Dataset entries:
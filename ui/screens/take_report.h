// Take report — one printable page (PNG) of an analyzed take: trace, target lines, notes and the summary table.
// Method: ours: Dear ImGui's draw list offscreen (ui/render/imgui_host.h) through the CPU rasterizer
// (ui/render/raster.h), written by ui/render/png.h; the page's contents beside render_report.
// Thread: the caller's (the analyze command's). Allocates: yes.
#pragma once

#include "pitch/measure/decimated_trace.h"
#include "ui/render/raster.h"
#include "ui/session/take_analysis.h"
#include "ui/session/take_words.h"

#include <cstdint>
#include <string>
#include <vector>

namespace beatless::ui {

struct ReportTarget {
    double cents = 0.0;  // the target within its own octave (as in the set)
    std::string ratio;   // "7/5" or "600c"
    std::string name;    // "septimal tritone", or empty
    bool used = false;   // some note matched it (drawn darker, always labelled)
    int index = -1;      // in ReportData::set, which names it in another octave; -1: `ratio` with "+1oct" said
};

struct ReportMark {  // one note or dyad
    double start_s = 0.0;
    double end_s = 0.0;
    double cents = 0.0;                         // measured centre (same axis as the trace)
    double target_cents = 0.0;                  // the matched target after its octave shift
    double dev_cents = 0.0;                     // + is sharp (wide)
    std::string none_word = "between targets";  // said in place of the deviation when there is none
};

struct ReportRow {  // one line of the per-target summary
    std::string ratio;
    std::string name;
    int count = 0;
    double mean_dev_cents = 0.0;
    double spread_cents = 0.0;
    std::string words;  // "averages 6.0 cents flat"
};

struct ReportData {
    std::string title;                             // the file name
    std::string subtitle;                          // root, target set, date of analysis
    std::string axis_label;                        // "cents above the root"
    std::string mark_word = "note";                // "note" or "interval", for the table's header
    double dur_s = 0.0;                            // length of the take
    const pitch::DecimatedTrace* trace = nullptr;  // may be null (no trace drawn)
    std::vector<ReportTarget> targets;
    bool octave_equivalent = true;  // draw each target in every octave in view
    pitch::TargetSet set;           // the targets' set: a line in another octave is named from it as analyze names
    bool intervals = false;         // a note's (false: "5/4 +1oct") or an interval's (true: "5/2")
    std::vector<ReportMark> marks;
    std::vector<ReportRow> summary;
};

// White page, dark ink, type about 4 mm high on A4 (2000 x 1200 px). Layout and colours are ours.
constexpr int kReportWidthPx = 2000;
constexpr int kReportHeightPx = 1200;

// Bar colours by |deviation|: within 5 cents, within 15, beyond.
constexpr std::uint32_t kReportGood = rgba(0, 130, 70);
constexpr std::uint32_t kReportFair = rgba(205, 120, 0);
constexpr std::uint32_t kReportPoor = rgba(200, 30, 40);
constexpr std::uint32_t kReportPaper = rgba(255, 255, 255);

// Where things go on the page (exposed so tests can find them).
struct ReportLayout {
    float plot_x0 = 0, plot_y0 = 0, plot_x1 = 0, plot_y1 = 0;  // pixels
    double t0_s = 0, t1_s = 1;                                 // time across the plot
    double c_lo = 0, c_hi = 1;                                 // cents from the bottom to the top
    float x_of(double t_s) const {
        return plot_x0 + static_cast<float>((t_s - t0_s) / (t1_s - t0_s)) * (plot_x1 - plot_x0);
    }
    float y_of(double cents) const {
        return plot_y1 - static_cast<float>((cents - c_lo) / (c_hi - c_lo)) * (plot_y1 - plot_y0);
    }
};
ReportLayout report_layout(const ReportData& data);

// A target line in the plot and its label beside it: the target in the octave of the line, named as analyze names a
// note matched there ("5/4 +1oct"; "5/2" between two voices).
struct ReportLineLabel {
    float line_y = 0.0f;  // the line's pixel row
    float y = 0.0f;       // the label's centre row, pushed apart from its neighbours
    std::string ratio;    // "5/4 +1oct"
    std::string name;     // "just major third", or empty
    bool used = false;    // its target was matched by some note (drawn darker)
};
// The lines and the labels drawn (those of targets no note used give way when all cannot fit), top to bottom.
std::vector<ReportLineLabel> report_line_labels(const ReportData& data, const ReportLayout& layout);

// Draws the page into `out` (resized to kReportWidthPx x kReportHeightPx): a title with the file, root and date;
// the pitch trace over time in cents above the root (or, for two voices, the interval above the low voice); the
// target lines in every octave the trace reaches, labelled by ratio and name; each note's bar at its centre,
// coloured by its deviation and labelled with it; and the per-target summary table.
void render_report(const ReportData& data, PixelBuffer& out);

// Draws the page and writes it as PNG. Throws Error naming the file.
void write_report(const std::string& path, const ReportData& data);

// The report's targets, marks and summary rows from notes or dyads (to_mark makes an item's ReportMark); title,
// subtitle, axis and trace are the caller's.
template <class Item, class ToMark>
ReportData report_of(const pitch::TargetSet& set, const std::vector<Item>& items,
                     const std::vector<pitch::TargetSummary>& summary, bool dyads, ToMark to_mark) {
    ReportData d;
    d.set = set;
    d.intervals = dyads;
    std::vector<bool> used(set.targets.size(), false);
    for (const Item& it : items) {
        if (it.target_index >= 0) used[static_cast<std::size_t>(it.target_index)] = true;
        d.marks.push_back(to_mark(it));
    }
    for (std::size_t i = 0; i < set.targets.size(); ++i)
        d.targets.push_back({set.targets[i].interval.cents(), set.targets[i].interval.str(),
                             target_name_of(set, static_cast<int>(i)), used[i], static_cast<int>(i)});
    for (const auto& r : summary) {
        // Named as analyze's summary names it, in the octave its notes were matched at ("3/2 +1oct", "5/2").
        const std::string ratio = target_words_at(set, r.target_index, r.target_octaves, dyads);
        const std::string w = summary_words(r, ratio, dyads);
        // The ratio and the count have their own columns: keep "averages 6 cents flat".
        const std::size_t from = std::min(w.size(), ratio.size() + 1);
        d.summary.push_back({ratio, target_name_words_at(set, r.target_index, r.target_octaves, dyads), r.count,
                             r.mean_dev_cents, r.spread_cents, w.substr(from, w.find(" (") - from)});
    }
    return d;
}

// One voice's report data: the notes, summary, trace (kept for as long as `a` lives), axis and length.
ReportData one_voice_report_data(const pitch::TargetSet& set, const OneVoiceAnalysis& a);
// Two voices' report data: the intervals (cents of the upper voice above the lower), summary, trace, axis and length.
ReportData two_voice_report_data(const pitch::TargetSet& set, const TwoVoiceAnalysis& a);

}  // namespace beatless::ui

---

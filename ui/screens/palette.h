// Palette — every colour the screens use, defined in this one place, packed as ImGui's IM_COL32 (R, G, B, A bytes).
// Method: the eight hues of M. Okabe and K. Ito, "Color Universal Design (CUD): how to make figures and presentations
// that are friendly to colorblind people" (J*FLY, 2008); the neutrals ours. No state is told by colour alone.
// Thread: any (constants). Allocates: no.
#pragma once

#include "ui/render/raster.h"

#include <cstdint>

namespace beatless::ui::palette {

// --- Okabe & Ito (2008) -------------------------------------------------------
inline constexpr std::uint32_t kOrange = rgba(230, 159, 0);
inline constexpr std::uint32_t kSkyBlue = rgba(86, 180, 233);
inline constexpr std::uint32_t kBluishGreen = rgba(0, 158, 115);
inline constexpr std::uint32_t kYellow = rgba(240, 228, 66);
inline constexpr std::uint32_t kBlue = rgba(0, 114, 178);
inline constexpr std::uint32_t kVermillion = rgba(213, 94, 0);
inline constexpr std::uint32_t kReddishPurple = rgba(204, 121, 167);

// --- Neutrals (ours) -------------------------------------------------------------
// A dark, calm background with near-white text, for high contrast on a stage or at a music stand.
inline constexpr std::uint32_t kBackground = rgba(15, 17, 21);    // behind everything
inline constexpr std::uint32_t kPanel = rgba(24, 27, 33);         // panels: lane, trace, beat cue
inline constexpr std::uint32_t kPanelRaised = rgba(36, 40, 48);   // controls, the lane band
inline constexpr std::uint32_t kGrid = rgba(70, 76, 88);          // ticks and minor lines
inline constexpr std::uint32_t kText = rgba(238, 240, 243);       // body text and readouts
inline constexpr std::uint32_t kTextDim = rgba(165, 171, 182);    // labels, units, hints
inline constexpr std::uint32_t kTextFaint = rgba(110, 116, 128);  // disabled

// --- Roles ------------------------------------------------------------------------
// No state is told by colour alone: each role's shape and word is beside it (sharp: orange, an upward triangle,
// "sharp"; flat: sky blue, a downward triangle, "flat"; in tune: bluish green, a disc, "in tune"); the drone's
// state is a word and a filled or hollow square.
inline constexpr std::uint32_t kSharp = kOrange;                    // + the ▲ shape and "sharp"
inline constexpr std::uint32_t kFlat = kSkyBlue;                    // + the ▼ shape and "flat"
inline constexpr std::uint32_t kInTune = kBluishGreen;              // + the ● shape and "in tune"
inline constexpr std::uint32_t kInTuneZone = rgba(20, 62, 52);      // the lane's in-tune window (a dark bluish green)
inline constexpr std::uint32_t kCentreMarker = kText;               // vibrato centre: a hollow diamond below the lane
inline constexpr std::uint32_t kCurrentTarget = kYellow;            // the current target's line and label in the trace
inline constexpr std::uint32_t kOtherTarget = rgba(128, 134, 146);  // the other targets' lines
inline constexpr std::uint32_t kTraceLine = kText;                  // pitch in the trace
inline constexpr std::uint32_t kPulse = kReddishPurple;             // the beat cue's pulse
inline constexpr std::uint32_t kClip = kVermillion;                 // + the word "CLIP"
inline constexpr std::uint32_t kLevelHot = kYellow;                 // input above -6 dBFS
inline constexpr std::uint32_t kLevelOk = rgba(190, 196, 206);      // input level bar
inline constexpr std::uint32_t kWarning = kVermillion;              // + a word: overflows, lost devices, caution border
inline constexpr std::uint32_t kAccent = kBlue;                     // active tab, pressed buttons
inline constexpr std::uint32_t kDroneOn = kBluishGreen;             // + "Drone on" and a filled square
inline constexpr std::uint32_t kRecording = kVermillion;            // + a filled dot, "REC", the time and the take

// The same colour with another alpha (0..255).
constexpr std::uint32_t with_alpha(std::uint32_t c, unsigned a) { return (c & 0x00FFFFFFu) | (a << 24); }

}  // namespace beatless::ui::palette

**Activity**
Lines in the records above that carry the word "place" are to be located and copied.

**Written solution**
    std::string none_word = "between targets";  // said in place of the deviation when there is none
// Palette — every colour the screens use, defined in this one place, packed as ImGui's IM_COL32 (R, G, B, A bytes).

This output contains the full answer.